## Exercise goal:
Write out only the opening lines of the entries, through the line with "each simulated history.".

[Stored data]
= Beginning of Section =

//! The scenario file as written: serde only parses, with `deny_unknown_fields`
//! so that a misspelt key is an error with its line, not a silent default.
//! Every table is a plain struct (no tagged enums), so that the TOML reader
//! keeps the position of each key for its messages; the family of `[decay]`
//! and `[tails]` is checked afterwards, with the key path of a missing or
//! stray parameter.

use super::spelling::nearest;
use crate::decay::{DecayShape, out_of_range};
use crate::error::ScenarioError;
use serde::{Deserialize, Serialize};

/// A scenario file (TOML). Every field but `decay` has a default.
#[derive(Debug, Clone, Serialize, Deserialize)]
#[serde(deny_unknown_fields)]
pub struct RawScenario {
    /// Scenario name, used for the output folder (default: the file name).
    pub name: Option<String>,
    /// One line saying what the scenario is.
    #[serde(default)]
    pub description: String,
    /// Breadth `N`: assets in the cross-section (at least 10).
    #[serde(default = "defaults::assets")]
    pub assets: usize,
    /// History `T`: dates in each simulated history.
    #[serde(default = "defaults::history")]
    pub history: usize,
    /// Longest horizon `L` studied (must be below `history`).
    #[serde(default = "defaults::horizons")]
    pub horizons: usize,
    /// Periods in a year (12 monthly, 52 weekly, 252 daily).
    #[serde(default = "defaults::periods_per_year")]
    pub periods_per_year: f64,
    /// Cross-sectional residual volatility per period (0.06 = 6 %).
    #[serde(default = "defaults::residual_vol")]
    pub residual_vol: f64,
    /// Forecast autocorrelation `ρ` per period, in (−1, 1).
    #[serde(default)]
    pub forecast_autocorrelation: f64,
    /// Standard deviation of the common per-period IC shock, in [0, 1).
    #[serde(default)]
    pub ic_vol: f64,
    /// AR(1) coefficient `ψ` of the IC shock over time, in (−1, 1).
    #[serde(default)]
    pub ic_vol_persistence: f64,
    /// Idiosyncratic noise law.
    #[serde(default)]
    pub tails: RawTails,
    /// Simulated histories in the study.
    #[serde(default = "defaults::paths")]
    pub paths: usize,
    /// Master seed; each path's stream derives from `(seed, path index)`.
    /// TOML integers stop at 2^63 − 1, so larger seeds may be written in quotes.
    #[serde(default = "defaults::seed", deserialize_with = "seed")]
    pub seed: u64,
    /// Horizons within this share of the best horizon IC count as near-best.
    #[serde(default = "defaults::near_best_tolerance")]
    pub near_best_tolerance: f64,
    /// Lag `K` beyond which the IC is zero (default: the family's own end, else `4L`).
    pub truncation: Option<usize>,
    /// Also measure rank (Spearman) lagged ICs in the study (slower).
    #[serde(default)]
    pub rank_ic: bool,
    /// The lagged-IC decay curve (expected per-date IC), checked in validation.
    pub decay: RawDecay,
    /// Holding-period portfolios.
    #[serde(default)]
    pub portfolio: RawPortfolio,
    /// Alternative true curves for `lagfold stress`.
    #[serde(default)]
    pub stress: RawStress,
}

/// `[stress]`: alternative true curves (`[[stress.alternatives]]`).
#[derive(Debug, Clone, Default, Serialize, Deserialize)]
#[serde(deny_unknown_fields)]
pub struct RawStress {
    /// Replace the default alternatives (faster, slower, hump, reversal) instead of adding to them.
    #[serde(default)]
    pub replace_defaults: bool,
    /// The user's alternatives.
    #[serde(default)]
    pub alternatives: Vec<RawAlternative>,
}

/// One alternative true curve.
#[derive(Debug, Clone, Serialize, Deserialize)]
#[serde(deny_unknown_fields)]
pub struct RawAlternative {
    /// Its name in tables.
    pub name: String,
    /// The curve, written like `[decay]`.
    pub decay: RawDecay,
}

/// Holding-period portfolios (`[portfolio]`).
#[derive(Debug, Clone, Serialize, Deserialize)]
#[serde(deny_unknown_fields)]
pub struct RawPortfolio {
    /// One-way cost in basis points of traded notional.
    #[serde(default = "defaults::cost_bps")]
    pub cost_bps: f64,
    /// Quantiles of the top-minus-bottom book (5 = quintiles).
    #[serde(default = "defaults::quantiles")]
    pub quantiles: usize,
    /// Histories in the reference simulation of the true net IR.
    #[serde(default = "defaults::reference_paths")]
    pub reference_paths: usize,
    /// The book's annual volatility to which every basis-point figure is scaled.
    #[serde(default = "defaults::target_vol")]
    pub target_vol: f64,
}

impl Default for RawPortfolio {
    fn default() -> Self {
        Self {
            cost_bps: defaults::cost_bps(),
            quantiles: defaults::quantiles(),
            reference_paths: defaults::reference_paths(),
            target_vol: defaults::target_vol(),
        }
    }
}

/// Idiosyncratic noise (`family = "normal"` or `"student_t"` with `dof`).
#[derive(Debug, Clone, Serialize, Deserialize)]
#[serde(deny_unknown_fields)]
pub struct RawTails {
    /// `normal` or `student_t`.
    pub family: String,
    /// Degrees of freedom ν of the Student-t (> 2).
    pub dof: Option<f64>,
}

impl Default for RawTails {
    fn default() -> Self {
        Self { family: "normal".into(), dof: None }
    }
}

/// The tail families and the parameters each takes.
const TAIL_FAMILIES: [(&str, &[&str]); 2] = [("normal", &[]), ("student_t", &["dof"])];

/// A decay curve as written: its family and any parameter of any family.
#[derive(Debug, Clone, Default, Serialize, Deserialize)]
#[serde(deny_unknown_fields)]
pub struct RawDecay {
    /// One of [`DECAY_FAMILIES`].
    pub family: String,
    /// IC at lag 1 (`exponential`, `linear`, `power`).
    pub ic1: Option<f64>,
    /// Half-life in periods (`exponential`).
    pub half_life: Option<f64>,
    /// Lag at which the IC reaches zero (`linear`).
    pub zero_at: Option<f64>,
    /// Highest IC (`hump`).
    pub peak: Option<f64>,
    /// Lag of the highest IC (`hump`).
    pub peak_lag: Option<f64>,
    /// Shape of the hump (`hump`, default 2).
    pub shape: Option<f64>,
    /// Exponent of the power law (`power`).
    pub exponent: Option<f64>,
    /// IC on each lag of the step (`step`).
    pub ic: Option<f64>,
    /// Lags with a non-zero IC (`step`).
    pub length: Option<usize>,
    /// The IC at lags 1, 2, … (`table`).
    pub values: Option<Vec<f64>>,
}

/// The decay families with their required and optional parameters.
pub const DECAY_FAMILIES: [(&str, &[&str], &[&str]); 6] = [
    ("exponential", &["ic1", "half_life"], &[]),
    ("linear", &["ic1", "zero_at"], &[]),
    ("hump", &["peak", "peak_lag"], &["shape"]),
    ("power", &["ic1", "exponent"], &[]),
    ("step", &["ic", "length"], &[]),
    ("table", &["values"], &[]),
];

/// A family name outside `known`, with the nearest one suggested.
fn unknown_family(key: &str, got: &str, known: impl Iterator<Item = &'static str> + Clone) -> ScenarioError {
    let list: Vec<&str> = known.clone().collect();
    let value = match nearest(got, known) {
        Some(c) => format!("{got:?} (did you mean {c:?}?)"),
        None => format!("{got:?}"),
    };
    out_of_range(key, value, &format!("one of {}", list.join(", ")))
}

/// What a family takes, in words: "ic1 and half_life".
fn takes(params: &[&str]) -> String {
    match params {
        [] => "no parameters".into(),
        [one] => (*one).into(),
        [init @ .., last] => format!("{} and {last}", init.join(", ")),
    }
}

impl RawDecay {
    /// The parameters that are present, with their values as written.
    fn present(&self) -> Vec<(&'static str, String)> {
        let f = |x: Option<f64>| x.map(|v| v.to_string());
        [
            ("ic1", f(self.ic1)),
            ("half_life", f(self.half_life)),
            ("zero_at", f(self.zero_at)),
            ("peak", f(self.peak)),
            ("peak_lag", f(self.peak_lag)),
            ("shape", f(self.shape)),
            ("exponent", f(self.exponent)),
            ("ic", f(self.ic)),
            ("length", self.length.map(|v| v.to_string())),
            ("values", self.values.as_ref().map(|v| format!("{v:?}"))),
        ]
        .into_iter()
        .filter_map(|(k, v)| v.map(|v| (k, v)))
        .collect()
    }

    /// The family's shape; `prefix` is the key path of the table (`decay`).
    ///
    /// # Errors
    /// An unknown family (with the nearest name), a missing parameter, or a
    /// parameter the family does not take (it would be silently ignored).
    pub fn shape(&self, prefix: &str) -> Result<DecayShape, ScenarioError> {
        let key = |k: &str| format!("{prefix}.{k}");
        let Some(&(family, required, optional)) = DECAY_FAMILIES.iter().find(|(f, ..)| *f == self.family) else {
            return Err(unknown_family(&key("family"), &self.family, DECAY_FAMILIES.iter().map(|(f, ..)| *f)));
        };
        let all: Vec<&str> = required.iter().chain(optional).copied().collect();
        let reason = || format!("with family {family}, which takes {}", takes(&all));
        let present = self.present();
        if let Some((k, v)) = present.iter().find(|(k, _)| !all.contains(k)) {
            return Err(ScenarioError::NoEffect { key: key(k), value: v.clone(), reason: reason() });
        }
        if let Some(k) = required.iter().find(|k| !present.iter().any(|(p, _)| p == *k)) {
            return Err(ScenarioError::Missing { key: key(k), reason: reason() });
        }
        let v = |x: Option<f64>| x.unwrap_or_default();
        Ok(match family {
            "exponential" => DecayShape::Exponential { ic1: v(self.ic1), half_life: v(self.half_life) },
            "linear" => DecayShape::Linear { ic1: v(self.ic1), zero_at: v(self.zero_at) },
            "hump" => DecayShape::Hump {
                peak: v(self.peak),
                peak_lag: v(self.peak_lag),
                shape: self.shape.unwrap_or(crate::decay::DEFAULT_HUMP_SHAPE),
            },
            "power" => DecayShape::Power { ic1: v(self.ic1), exponent: v(self.exponent) },
            "step" => DecayShape::Step { ic: v(self.ic), length: self.length.unwrap_or_default() },
            _ => DecayShape::Table { values: self.values.clone().unwrap_or_default() },
        })
    }
}

impl RawTails {
    /// The tail law: `None` for normal, `Some(dof)` for Student-t.
    ///
    /// # Errors
    /// An unknown family, `dof` missing under `student_t` or given under `normal`.
    pub fn dof(&self) -> Result<Option<f64>, ScenarioError> {
        let Some(&(family, params)) = TAIL_FAMILIES.iter().find(|(f, _)| *f == self.family) else {
            return Err(unknown_family("tails.family", &self.family, TAIL_FAMILIES.iter().map(|(f, _)| *f)));
        };
        let reason = format!("with family {family}, which takes {}", takes(params));
        match (family, self.dof) {
            ("normal", Some(d)) => {
                Err(ScenarioError::NoEffect { key: "tails.dof".into(), value: d.to_string(), reason })
            }
            ("normal", None) => Ok(None),
            (_, None) => Err(ScenarioError::Missing { key: "tails.dof".into(), reason }),
            (_, Some(d)) => Ok(Some(d)),
        }
    }
}

/// A seed: a whole number from 0 to 2^64 − 1, written as a TOML integer or,
/// since not every TOML reader goes past 2^63 − 1, as a string of digits.
fn seed<'de, D: serde::Deserializer<'de>>(d: D) -> Result<u64, D::Error> {
    struct Seed;
    impl serde::de::Visitor<'_> for Seed {
        type Value = u64;
        fn expecting(&self, f: &mut std::fmt::Formatter) -> std::fmt::Result {
            f.write_str("a whole number from 0 to 18446744073709551615")
        }
        fn visit_u64<E: serde::de::Error>(self, v: u64) -> Result<u64, E> {
            Ok(v)
        }
        fn visit_i64<E: serde::de::Error>(self, v: i64) -> Result<u64, E> {
            u64::try_from(v).map_err(|_| E::invalid_value(serde::de::Unexpected::Signed(v), &self))
        }
        fn visit_str<E: serde::de::Error>(self, v: &str) -> Result<u64, E> {
            v.trim().parse().map_err(|_| E::invalid_value(serde::de::Unexpected::Str(v), &self))
        }
    }
    d.deserialize_any(Seed)
}

mod defaults {
    pub fn assets() -> usize {
        1000
    }
    pub fn history() -> usize {
        120
    }
    pub fn horizons() -> usize {
        24
    }
    pub fn periods_per_year() -> f64 {
        12.0
    }
    pub fn residual_vol() -> f64 {
        0.06
    }
    pub fn paths() -> usize {
        2000
    }
    pub fn seed() -> u64 {
        1
    }
    pub fn near_best_tolerance() -> f64 {
        0.01
    }
    pub fn cost_bps() -> f64 {
        10.0
    }
    pub fn quantiles() -> usize {
        5
    }
    pub fn reference_paths() -> usize {
        1000
    }
    /// 4 % a year, a common tracking-error budget for a market-neutral book
    /// (common practice, no single source).
    pub fn target_vol() -> f64 {
        0.04
    }
}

= End of Section =

## Solution to this exercise:
//! The scenario file as written: serde only parses, with `deny_unknown_fields`
//! so that a misspelt key is an error with its line, not a silent default.
//! Every table is a plain struct (no tagged enums), so that the TOML reader
//! keeps the position of each key for its messages; the family of `[decay]`
//! and `[tails]` is checked afterwards, with the key path of a missing or
//! stray parameter.

use super::spelling::nearest;
use crate::decay::{DecayShape, out_of_range};
use crate::error::ScenarioError;
use serde::{Deserialize, Serialize};

/// A scenario file (TOML). Every field but `decay` has a default.
#[derive(Debug, Clone, Serialize, Deserialize)]
#[serde(deny_unknown_fields)]
pub struct RawScenario {
    /// Scenario name, used for the output folder (default: the file name).
    pub name: Option<String>,
    /// One line saying what the scenario is.
    #[serde(default)]
    pub description: String,
    /// Breadth `N`: assets in the cross-section (at least 10).
    #[serde(default = "defaults::assets")]
    pub assets: usize,
    /// History `T`: dates in each simulated history.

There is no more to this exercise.